» **What to work on**
Return each line of the records holding the string "first".

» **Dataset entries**
○ ○ ○ ○ ○ ○ ○

@lru_cache(maxsize=64)
def _channels(f: Frame) -> tuple[_Channel, ...]:
    ops = np.stack([m for b in f.lower for m in (b, b.T)])
    block = np.repeat(np.arange(len(f.blocks)), f.blocks)
    allowed = block[:, None] == np.arange(len(f.blocks))
    groups: dict[int, list[int]] = {}
    combos = [tuple(c) for c in f.combos.tolist()]
    for A in range(len(ops)):
        leader = next(i for i, D in combos if D == A)
        groups.setdefault(leader, []).append(A)
    out = []
    for members in groups.values():
        inside = [c for c, (A, _) in enumerate(combos) if A in members]
        first, second = f.combos[inside].T
        position = {combos[c]: k for k, c in enumerate(inside)}
        pairs = np.array([[position[min(A, D), max(A, D)] for D in members] for A in members])
        rows = columns = np.zeros(0, int)
        if len(f.blocks) > 1:
            # Blocks connected by any of the operators, as whole blocks: the levels inside mix.
            touched = sum(np.abs(ops[A]) for A in members) > 0
            reach = allowed @ (allowed.T @ touched @ allowed > 0) @ allowed.T
            rows, columns = np.nonzero(reach)
        share = np.ones(pairs.shape) + np.eye(len(members))
        order = {A: k for k, A in enumerate(members)}
        n = len(members)
        begins = tuple(int(A * n - A * (A - 1) // 2) for A in range(n)) if len(f.blocks) == 1 else None
        out.append(
            _Channel(
                np.array(members), np.array(inside), np.array([order[A] for A in first]),
                np.array([order[D] for D in second]), pairs, share, rows, columns, begins,
            )
        )  # fmt: skip
    return tuple(out)


@lru_cache(maxsize=64)
def _spread(f: Frame) -> tuple[Floats, Floats]:
    """How often each combo counts, and its share in parts (kind, species, species) with both orders of the species."""
    multiplicity = np.where(f.combos[:, 0] == f.combos[:, 1], 1.0, 2.0)
    species = len(f.lower)
    out = np.zeros((len(f.combos), 2, species, species))
    for row, (kind, a, b) in enumerate(f.slot):
        out[row, kind, a, b] += 0.5 * multiplicity[row]
        out[row, kind, b, a] += 0.5 * multiplicity[row]
    return multiplicity, out


def times(beta: Floats, bandwidth: Floats, nodes: int) -> tuple[Floats, Floats]:
    """Nodes and weights on (0, β/2), shape (..., node); see `gutz.ansatz.bond.times`."""
    u, w = _legendre(nodes)
    c = np.arcsinh(1.0 + 0.5 * beta * bandwidth)[..., None]
    scale = 0.5 * beta[..., None] / np.sinh(c)
    return scale * np.sinh(c * u), scale * c * np.cosh(c * u) * w


@lru_cache(maxsize=64)
def _legendre(nodes: int) -> tuple[Floats, Floats]:
    x, w = np.polynomial.legendre.leggauss(nodes)
    return 0.5 * (x + 1.0), 0.5 * w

○ ○ ○ ○ ○ ○ ○

» **Exercise result**
        first, second = f.combos[inside].T
                np.array(members), np.array(inside), np.array([order[A] for A in first]),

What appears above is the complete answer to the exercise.